Automated Building Damage Classification using Remotely Sensed Data

Abstract

In the second half of the 20th and beginning of the 21st century the amount of natural disasters has increased rapidly. Due to this rise in occurrences, more people are affected. An important indicator for people affected is the amount of damage to buildings. To gather this information aid workers now have to go into the field to gather data on the amount of destruction. In response to the possible dangers these people encounter in the field, remote sensing and analysis techniques have been developed for automated damage detection. However, due to various limitations on the implementation, these techniques are not yet widely adopted in emergency response and humanitarian aid.

This work compares two methods and two data sources for the detection of building damage. The methods are evaluated on their accuracy and implementability within humanitarian aid in disaster situations. The main methods considered are equalisation of histograms of pre-event and post-event imagery, followed by Univariate Image Differencing; and a convolutional neural network on features withdrawn from post-event imagery, using OpenStreetMap data. Remotely sensed data sources considered are synthetic aperture radar and very high resolution optical imagery. All results are analysed and compared to current standards in damage detection.

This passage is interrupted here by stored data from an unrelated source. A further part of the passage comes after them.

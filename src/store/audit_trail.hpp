#pragma once
// Reading the audit trail and proving it: every record chains to the one before it by SHA-256, and every
// row of every table is exactly what the trail says was inserted.
#include <SQLiteCpp/Database.h>

#include <cstdint>
#include <nlohmann/json.hpp>
#include <optional>
#include <string>
#include <utility>
#include <vector>

#include "store/checkpoints.hpp"

namespace plumb::store {

struct AuditRecord {
  std::int64_t seq = 0;
  std::string at;  ///< UTC
  std::string os_user;
  std::string actor;
  std::string action;
  std::string table_name;
  std::string row_key;
  std::optional<std::string> before_json;
  std::optional<std::string> after_json;
  std::optional<std::string> reason;
  std::string prev_hash;
  std::string hash;
  std::optional<std::int64_t> user_id;  ///< the account that wrote it; none before user accounts

  /// The fields the hash covers, as the Recorder wrote them (everything but the two hashes).
  [[nodiscard]] nlohmann::json hashed_content() const;
};

/// A row as an audit record describes it.
struct RecordedRow {
  std::string table;
  nlohmann::json row;  ///< column -> value (a long text as {"sha256": hex})
};

/// The rows an audit record describes: one for "insert" (after_json is the row); for "insert rows"
/// (after_json is {"table": {"columns": [...], "rows": [[...], ...]}, ...}) every row of every table, in
/// order. Empty when after_json is not what the action says (an altered record: the chain reports it).
std::vector<RecordedRow> recorded_rows(const AuditRecord& record);

/// The whole trail in sequence order.
std::vector<AuditRecord> audit_records(SQLite::Database& db);
/// The last `limit` records of the trail, in order (a page that shows the newest reads no more than it shows).
std::vector<AuditRecord> latest_audit_records(SQLite::Database& db, std::int64_t limit);
std::int64_t audit_record_count(SQLite::Database& db);
/// The records with these sequence numbers, in sequence order (those of one instrument: store/item_trail.hpp).
std::vector<AuditRecord> audit_records_by_seq(SQLite::Database& db, const std::vector<std::int64_t>& seqs);
/// The last record's sequence number and hash ({0, genesis} for an empty trail): every write appends a record, so
/// this pair changes with every change to the records, and a view computed from the database can be kept under it.
std::pair<std::int64_t, std::string> trail_tail(SQLite::Database& db);

/// The hash a trail starts from (there is no record before the first).
std::string genesis_hash();

struct AuditProblem {
  enum class Kind {
    missing_record,     ///< a gap in the sequence numbers: audit records were deleted
    broken_link,        ///< prev_hash is not the hash of the record before: removed, inserted or reordered
    altered_record,     ///< the record's content does not match its own hash
    field_mismatch,     ///< a table row differs from what the trail recorded
    row_missing,        ///< the trail recorded a row that the table no longer has
    unaudited_row,      ///< a table row that no audit record describes
    duplicate_record,   ///< two audit records describe the same row
    checkpoint,         ///< a signed checkpoint that is missing, forged, or no longer matches the trail
    unsigned_records,   ///< audit records after the last signed checkpoint
    schema,             ///< a table, column, trigger or index that the migrations do not create (or one gone)
    signature_mismatch  ///< a signature no longer matches the record it names (store/signature_check.hpp)
  };
  Kind kind = Kind::altered_record;
  std::int64_t seq = 0;  ///< the audit record concerned (0 for an unaudited row)
  std::string table;
  std::string key;    ///< primary key, e.g. "run_id=3,seq=2"
  std::string field;  ///< the column, for a field mismatch
  std::string recorded_at;
  std::string message;  ///< one sentence naming table, key, field and when it was recorded
};

struct AuditVerification {
  std::int64_t records = 0;      ///< audit records walked
  std::int64_t rows = 0;         ///< table rows compared with the trail
  std::int64_t tables = 0;       ///< tables compared
  std::string last_hash;         ///< hash of the last record (genesis when the trail is empty)
  std::int64_t checkpoints = 0;  ///< signed checkpoints proved
  std::optional<Checkpoint> last_checkpoint;
  std::string key_fingerprint;         ///< of the key that signed them (store::key_fingerprint)
  std::int64_t schema_objects = 0;     ///< tables, indexes and triggers compared with the migrations
  std::vector<AuditProblem> problems;  ///< in trail order; the first is the first thing that went wrong

  [[nodiscard]] bool ok() const { return problems.empty(); }
};

struct VerifyOptions {
  /// The lab's public key (hex) from outside the database; none: each checkpoint is checked with the key it names,
  /// which proves it unaltered but not who signed it.
  std::optional<std::string> public_key;
  std::string public_key_source;  ///< for messages, e.g. "the public key lab.pub"
  /// An exported checkpoint whose history must still be there unchanged (audit verify --since).
  std::optional<Checkpoint> since;
  std::string since_source;
};

/// In one read transaction (one consistent snapshot, whatever other processes write meanwhile): compares the schema
/// with what the compiled-in migrations create, walks the chain, proves every signed checkpoint against it, and
/// compares every column of every row of every table (but the trail and its checkpoints) with the row the trail
/// recorded. Reads only.
AuditVerification verify_audit_trail(SQLite::Database& db, const VerifyOptions& options = {});

}  // namespace plumb::store
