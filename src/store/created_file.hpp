#pragma once
// A command that fails leaves no file behind (DEVELOPERS.md, "Bad input"): a file it set out to create, and any
// folder made for it, is removed again unless the command reached its end. A file or folder that existed
// before is never touched.
#include <filesystem>
#include <vector>

namespace plumb::store {

class CreatedFileGuard {
 public:
  /// Notes which of `path` and its folders do not exist yet.
  explicit CreatedFileGuard(std::filesystem::path path);
  /// Removes what was created since, unless keep() was called: the file, SQLite's -wal, -shm and -journal
  /// beside it, then each new folder if it is empty.
  ~CreatedFileGuard();
  CreatedFileGuard(const CreatedFileGuard&) = delete;
  CreatedFileGuard& operator=(const CreatedFileGuard&) = delete;

  /// The command succeeded: leave the file.
  void keep() { kept_ = true; }

 private:
  std::filesystem::path path_;
  bool existed_ = false;
  std::vector<std::filesystem::path> new_folders_;  ///< innermost first
  bool kept_ = false;
};

}  // namespace plumb::store
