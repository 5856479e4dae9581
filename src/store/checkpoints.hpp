#pragma once
// Signed checkpoints of the audit trail (schema/012_checkpoints.sql): after each command, the number of audit
// records, the hash of the last one and the time, signed with the lab's Ed25519 key. A checkpoint exported to a
// file (`audit checkpoint export`) is the same object in JSON.
#include <SQLiteCpp/Database.h>

#include <cstdint>
#include <filesystem>
#include <nlohmann/json.hpp>
#include <optional>
#include <string>

#include "store/lab_key.hpp"

namespace plumb::store {

struct Checkpoint {
  std::int64_t number = 0;
  std::int64_t records = 0;  ///< audit records 1..records are covered
  std::string head_hash;     ///< hash of audit record `records` (the genesis hash for none)
  std::string signed_at;     ///< UTC
  std::string covers;        ///< "command", or "records before checkpoints" (the first of an older database)
  std::string public_key;    ///< raw Ed25519, hex
  std::string signature;     ///< hex

  friend bool operator==(const Checkpoint&, const Checkpoint&) = default;
};

/// The exact text a checkpoint's signature covers: one line per field, in a fixed order (doc/audit-trail.md).
std::string checkpoint_statement(const Checkpoint& c);

/// Signs and appends a checkpoint covering the trail as it stands, inside the caller's write transaction; nothing
/// when the last checkpoint covers the whole trail already. `first_of_command` is the command's first audit record
/// (0: none): the first checkpoint of a trail that has records before it says it covers records written before
/// checkpoints. Returns the checkpoint written.
std::optional<Checkpoint> write_checkpoint(SQLite::Database& db, const LabKey& key, std::int64_t first_of_command);

/// The last checkpoint; none when there is none (or the table does not exist: a copy from before 012).
std::optional<Checkpoint> latest_checkpoint(SQLite::Database& db);
/// The first checkpoint that covers audit record `seq`.
std::optional<Checkpoint> checkpoint_covering(SQLite::Database& db, std::int64_t seq);
/// The first checkpoint that covers the audit record of the row `row_key` ("id=3") of `table`.
std::optional<Checkpoint> checkpoint_covering_row(SQLite::Database& db, const std::string& table,
                                                  const std::string& row_key);
/// The current row of a `SELECT number, records, head_hash, signed_at, covers, public_key, signature`.
Checkpoint checkpoint_from_row(SQLite::Statement& q);
inline constexpr const char* checkpoint_columns =
    "number, records, head_hash, signed_at, covers, public_key, signature";

/// A checkpoint as exported: {"plumb_checkpoint": 1, "number": ..., ...}.
nlohmann::json checkpoint_json(const Checkpoint& c);
/// Reads an exported checkpoint; InputError naming `option`, the file and the field that is wrong.
Checkpoint read_checkpoint_file(const std::filesystem::path& file, const std::string& option);

}  // namespace plumb::store
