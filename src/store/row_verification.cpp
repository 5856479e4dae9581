#include "store/row_verification.hpp"

#include <SQLiteCpp/Statement.h>
#include <fmt/format.h>
#include <sqlite3.h>

#include <algorithm>
#include <unordered_map>
#include <unordered_set>

#include "core/errors.hpp"
#include "store/raw_statement.hpp"
#include "store/recorder.hpp"
#include "store/table_schema.hpp"

namespace plumb::store {
namespace {

using nlohmann::json;

/// A column's value for messages: strings quoted, long ones shortened.
std::string shown_value(const json& v) {
  std::string s = v.dump();
  if (s.size() > 80) s = s.substr(0, 60) + fmt::format("... ({} characters)", s.size());
  return s;
}

std::string where_recorded(const RecordNote& r) {
  return fmt::format("recorded {} by {} (audit record {})", r.at, r.actor, r.seq);
}

/// Columns in which a table row differs from a recorded row (defaults filled in for unmentioned columns).
std::vector<std::string> differing_columns(const TableSchema& info, const json& recorded, const json& actual) {
  std::vector<std::string> out;
  for (const auto& c : info.columns) {
    const json expected = recorded.contains(c.name) ? recorded[c.name] : c.default_value;
    if (!matches_recorded(expected, actual[c.name])) out.push_back(c.name);
  }
  for (const auto& [name, _] : recorded.items())
    if (!actual.contains(name)) out.push_back(name);
  return out;
}

AuditProblem field_problem(const TableSchema& info, const RecordNote& rec, const json& recorded_row, const json& actual,
                           const std::string& field, const std::string& key) {
  const ColumnSchema* col = info.column(field);
  const json recorded = recorded_row.contains(field) ? recorded_row[field] : (col ? col->default_value : json());
  const std::string now = actual.contains(field) ? shown_value(actual[field]) : "absent (the column is gone)";
  // A long text is recorded by its SHA-256: the original cannot be shown, only that it was different.
  const std::string then =
      recorded.is_object() && recorded.contains("sha256")
          ? fmt::format("a different text (SHA-256 {}...)", recorded["sha256"].get<std::string>().substr(0, 16))
          : shown_value(recorded);
  AuditProblem p{AuditProblem::Kind::field_mismatch, rec.seq, info.name, key, field, rec.at, ""};
  p.message = fmt::format("{} {}, {}: field {} is {} in the table but {} was recorded.", p.table, key,
                          where_recorded(rec), field, now, then);
  return p;
}

/// A stored value as store::row_json gives it.
json stored_json(sqlite3_stmt* q, int i) {
  switch (sqlite3_column_type(q, i)) {
    case SQLITE_NULL:
      return nullptr;
    case SQLITE_INTEGER:
      return static_cast<std::int64_t>(sqlite3_column_int64(q, i));
    case SQLITE_FLOAT:
      return sqlite3_column_double(q, i);
    case SQLITE_TEXT:
      return std::string(reinterpret_cast<const char*>(sqlite3_column_text(q, i)),
                         static_cast<std::size_t>(sqlite3_column_bytes(q, i)));
    default: {
      const void* blob = sqlite3_column_blob(q, i);
      return "blob:" + sha256_hex(std::string_view(static_cast<const char*>(blob),
                                                   static_cast<std::size_t>(sqlite3_column_bytes(q, i))));
    }
  }
}

std::string_view stored_text(sqlite3_stmt* q, int i) {
  return column_text(q, i);
}
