#include "report/certificates/renderings.hpp"

#include "report/certificates/document.hpp"
#include "report/document/html.hpp"
#include "report/document/text.hpp"
#include "report/document/values.hpp"

namespace plumb::report {

std::string certificate_text(const nlohmann::json& shown) {
  return render_text(certificate_document(shown));
}

std::string certificate_html(const nlohmann::json& shown) {
  return render_html(certificate_document(shown));
}

nlohmann::json certificate_json(const nlohmann::json& shown) {
  nlohmann::json out = shown;
  out["rendering"] = document_values(certificate_document(shown));
  return out;
}

}  // namespace plumb::report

From the results it can be concluded that more research is required for a practical implementation of deep learning techniques. The constraint posed by the requirement of large datasets, make these methods impracticable without sufficient preparation and resources. More simpler methods, like Univariate Image Differencing, can be validated on smaller ground-truth datasets, and are therefore easier in implementation when resources are limited. The possible accuracy increase of deep learning methods does, at this moment, not outweigh the ease of an elementary differencing approach.